# Need holster recommendations for Beretta 9000SF



## Hokkmike (Oct 22, 2007)

Need holster recommendations for Beretta 9000SF

I am looking for a holster for my Beretta 9000SF. Preferably, a nylon hip holster with loop for a belt and/or a clip-on. Most of these have a pouch for an extra magazine. I've found the holsters but this pistol is NOT on people's size charts. If you have one of these:

http://products.berettausa.com/frame...=9000S&descr=1

Please tell me what you are using!
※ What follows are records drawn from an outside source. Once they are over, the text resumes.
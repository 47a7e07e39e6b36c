"""Stored plugs and heads for a batch, fetched all at once.

A build list of 10,000 lines may name a few hundred skus; one query per line would be
10,000 round trips. Every distinct identifier is fetched with `IN (...)`, a few
thousand per query, so a list needs one or two queries whatever its length. Shared by
the batch endpoint (the request's session) and the embedded CLI (its own session).
"""
from __future__ import annotations

from collections.abc import Iterable
from typing import Any

from sqlalchemy import select
from sqlalchemy.orm import Session

from service.store import repository
from service.store.models import Head, Plug

# Identifiers per IN (...) query: far below SQLite's 32,766 and PostgreSQL's 65,535
# bound parameters, so a list naming 50,000 distinct skus still needs only ten queries.
REFERENCE_CHUNK = 5000


def _chunks(identifiers: Iterable[str]) -> Iterable[list[str]]:
    ordered = sorted(identifiers)
    for start in range(0, len(ordered), REFERENCE_CHUNK):
        yield ordered[start:start + REFERENCE_CHUNK]


def fetch_documents(session: Session, skus: set[str], head_ids: set[str]
                    ) -> tuple[dict[str, dict[str, Any]], dict[str, dict[str, Any]]]:
    """The stored documents (as `repository` reads them) of every sku and head_id found."""
    plugs: dict[str, dict[str, Any]] = {}
    for chunk in _chunks(skus):
        for row in session.scalars(select(Plug).where(Plug.sku.in_(chunk))):
            plugs[row.sku] = repository.PLUGS.document_of(row)
    heads: dict[str, dict[str, Any]] = {}
    for chunk in _chunks(head_ids):
        for row in session.scalars(select(Head).where(Head.head_id.in_(chunk))):
            heads[row.head_id] = repository.HEADS.document_of(row)
    return plugs, heads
I would really APPRECIATE IT!


----------



## drummin man 627 (Dec 25, 2006)

*Holster for 9000*

Is this what you have in mind? http://www.holsterss.com/servlet/Detail?no=19 
Here's the manf. web site, too: http://www.protechoutdoors.com/index.htm 
They also make models for guns with lasers mounted on the rail.
Have fun.


----------



## jpserra (Dec 21, 2006)

*Damned few...*



Hokkmike said:


> Need holster recommendations for Beretta 9000SF
> 
> I am looking for a holster for my Beretta 9000SF. Preferably, a nylon hip holster with loop for a belt and/or a clip-on. Most of these have a pouch for an extra magazine. I've found the holsters but this pistol is NOT on people's size charts. If you have one of these:
> 
> ...


Damned few selections out there. I found a Fobus that I like, because of the quick mount. Good luck to you.

JP


----------